Unlike the \({\chi}^2\) test, approximate fit indices do not have a corresponding p-value. Given that these indices essentially function as effect size measures that capture the degree of misfit in the model, the difficulty lies in how to interpret them and which cutoff values to use (if any). Researchers often rely on a set of fixed cutoff values derived from a simulation study conducted by Hu and Bentler16, which has over 96,000 citations as of 2022. This simulation study produced the well-known cutoff values of SRMR < .08, RMSEA < .06, and CFI > .95. However, interpretations of the results from simulations studies are limited to the conditions sampled in the simulation study.

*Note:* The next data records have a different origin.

"""Ozone: how much a molecule absorbs, and how the molecules are spread over the air.

Cross-section: Gorshelev V. et al. 2014, Atmos. Meas. Tech. 7, 609-624, doi:10.5194/amt-7-609-2014, and Serdyuchenko A.
et al. 2014, Atmos. Meas. Tech. 7, 625-636, doi:10.5194/amt-7-625-2014.
Profile: Anderson G. P. et al. 1986, AFGL Atmospheric Constituent Profiles, AFGL-TR-86-0110, US standard.
"""

import numpy as np
from numpy.typing import ArrayLike

from skychart.data import load_table
from skychart.errors import InputError
from skychart.sky.air import column_of_layers
from skychart.sky.wavelengths import checked_wavelength

DOBSON_UNIT = 2.6867e20  # molecules m⁻²: 0.01 mm of gas at 0 °C and 1 atm


def ozone_cross_section(wavelength_nm: ArrayLike) -> np.ndarray:
    """Absorption cross-section of ozone [m² per molecule] at 223 K, the temperature of the ozone layer.

    `wavelength_nm`: wavelength in air [nm], 300 to 830, any shape; the result has the same shape. Measured means over
    1 nm about whole nanometres, linear in between; noise below zero (between 360 and 400 nm) is taken as zero.
    Raises InputError outside the range.
    """
    columns = load_table("ozone_cross_section_serdyuchenko_1nm").columns
    tabulated_nm = columns["wavelength_nm"]
    wavelength = checked_wavelength(wavelength_nm, tabulated_nm[0], tabulated_nm[-1])
    cross_section_cm2 = np.maximum(columns["sigma_223K"], 0)
    return np.asarray(np.interp(wavelength, tabulated_nm, cross_section_cm2)) * 1e-4


def ozone_layers(altitude_km: ArrayLike, ozone_du: float) -> np.ndarray:
    """Molecules of ozone above a square metre [m⁻²] in each layer, shape (level - 1,).

    `altitude_km`: ascending borders of the layers, 0 to 100 [km], shape (level,). `ozone_du`: all of the ozone between
    0 and 100 km, 0 or more [Dobson units]. It is spread as in the AFGL US standard atmosphere, the logarithm of the
    density linear between the levels of that profile, so a layer's share does not depend on where the other borders
    are. Raises InputError otherwise.
    """
    altitude = np.asarray(altitude_km, dtype=float)
    columns = load_table("atmosphere_profiles_afgl").columns
    rows = columns["profile"] == "us_standard"
    tabulated_km, density = columns["z_km"][rows], columns["o3_cm3"][rows]
    if altitude.ndim != 1 or altitude.size < 2 or not np.all(np.diff(altitude) > 0):
        raise InputError(f"altitude has shape {altitude.shape}, accepted are two or more ascending altitudes")
    if not (altitude[0] >= tabulated_km[0] and altitude[-1] <= tabulated_km[-1]):
        raise InputError(f"altitude goes from {altitude[0]:g} to {altitude[-1]:g} km, accepted is 0 to 100 km")
    if not (np.isfinite(ozone_du) and ozone_du >= 0):
        raise InputError(f"ozone column is {ozone_du} Dobson units, accepted is 0 or more")
    borders_km = np.union1d(tabulated_km, altitude)
    pieces = column_of_layers(borders_km, np.exp(np.interp(borders_km, tabulated_km, np.log(density))))
    layer = np.searchsorted(altitude, borders_km[:-1], side="right") - 1
    inside = (layer >= 0) & (borders_km[:-1] < altitude[-1])
    share = np.bincount(layer[inside], pieces[inside], minlength=altitude.size - 1) / pieces.sum()
    return share * ozone_du * DOBSON_UNIT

Hu and Bentler manipulated the sample size (from 250 – 5000), the number and type of misspecifications (omitted crossloadings and omitted factor covariances), and the normality of the factors and errors. However, they did not manipulate the number of factors (3), the number of items (15), the magnitude of the factor loadings (.7 - .8), or the model type (single level CFA estimated using maximum likelihood estimation).
Several studies have demonstrated that these fixed cutoff values cannot reliably be extrapolated to other model subspaces (e.g., one-factor models, multi-factor models with stronger or weaker loadings, or models with fewer or greater numbers of items or factors). In other words, if a researcher evaluates the fit of a single-level CFA model that does not have 15 items, 3 factors, and a sample size between 250 – 5000, the cutoff values derived from Hu and Bentler’s study cannot be used to reliably determine if there is substantial misfit in the model1. Most concerning is the “reliability paradox” which stipulates that lower loadings (e.g., a smaller reliability coefficient) are associated with “better” values of approximate fit indices11,17–20. In other words, holding all else equal, as factor loadings decrease, the SRMR and the RMSEA will also decrease, mistakenly leading researchers to conclude that less reliable models fit the data better (when compared to a set of fixed cutoff values). If Hu and Bentler had varied the factor loadings in their original simulation study, it is possible that they would have been unable to recommend a set of fixed cutoff variables since fit indices are so sensitive to loading magnitude.